Below are records; count the lines that contain "core" and give only the total.

Material supplied:
________________________________________

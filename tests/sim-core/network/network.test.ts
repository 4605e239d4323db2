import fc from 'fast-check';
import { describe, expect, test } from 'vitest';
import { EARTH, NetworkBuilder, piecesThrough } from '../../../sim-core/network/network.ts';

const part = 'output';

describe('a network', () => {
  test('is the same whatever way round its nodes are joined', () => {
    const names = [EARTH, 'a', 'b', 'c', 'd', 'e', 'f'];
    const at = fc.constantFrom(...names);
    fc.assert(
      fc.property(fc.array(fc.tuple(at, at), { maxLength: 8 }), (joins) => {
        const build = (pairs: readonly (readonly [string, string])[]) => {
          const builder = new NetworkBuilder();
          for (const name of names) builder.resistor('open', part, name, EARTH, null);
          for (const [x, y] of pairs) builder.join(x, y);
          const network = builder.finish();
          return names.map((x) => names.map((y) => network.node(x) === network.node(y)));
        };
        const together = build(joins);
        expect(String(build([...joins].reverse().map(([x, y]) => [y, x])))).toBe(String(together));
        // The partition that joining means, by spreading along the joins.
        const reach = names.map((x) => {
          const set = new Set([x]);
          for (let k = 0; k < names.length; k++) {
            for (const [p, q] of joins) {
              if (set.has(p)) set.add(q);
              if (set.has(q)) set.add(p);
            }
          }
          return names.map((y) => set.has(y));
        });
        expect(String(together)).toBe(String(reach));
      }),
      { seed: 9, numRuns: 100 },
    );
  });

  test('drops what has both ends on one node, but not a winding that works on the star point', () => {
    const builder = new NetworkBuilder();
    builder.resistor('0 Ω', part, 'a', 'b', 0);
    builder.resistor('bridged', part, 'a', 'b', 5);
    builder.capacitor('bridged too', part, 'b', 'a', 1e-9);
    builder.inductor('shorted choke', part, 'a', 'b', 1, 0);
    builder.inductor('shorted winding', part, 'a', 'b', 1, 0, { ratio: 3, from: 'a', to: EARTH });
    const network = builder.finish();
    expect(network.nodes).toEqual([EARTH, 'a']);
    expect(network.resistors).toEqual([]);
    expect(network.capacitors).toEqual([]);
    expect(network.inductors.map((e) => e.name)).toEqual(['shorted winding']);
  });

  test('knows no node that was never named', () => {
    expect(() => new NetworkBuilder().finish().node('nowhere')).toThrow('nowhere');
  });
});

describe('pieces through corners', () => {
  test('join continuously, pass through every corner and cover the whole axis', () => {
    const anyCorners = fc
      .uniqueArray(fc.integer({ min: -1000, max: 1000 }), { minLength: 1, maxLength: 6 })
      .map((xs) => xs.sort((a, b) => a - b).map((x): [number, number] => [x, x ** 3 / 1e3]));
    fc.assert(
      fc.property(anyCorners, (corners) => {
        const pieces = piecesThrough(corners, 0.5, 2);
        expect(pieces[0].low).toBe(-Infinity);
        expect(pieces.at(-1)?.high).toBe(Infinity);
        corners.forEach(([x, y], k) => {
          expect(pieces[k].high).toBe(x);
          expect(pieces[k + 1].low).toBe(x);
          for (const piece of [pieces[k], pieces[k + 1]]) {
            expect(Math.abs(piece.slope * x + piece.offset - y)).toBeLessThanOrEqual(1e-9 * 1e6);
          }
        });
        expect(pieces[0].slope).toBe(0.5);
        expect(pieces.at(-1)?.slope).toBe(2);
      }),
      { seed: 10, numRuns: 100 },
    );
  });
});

________________________________________

Task output:
2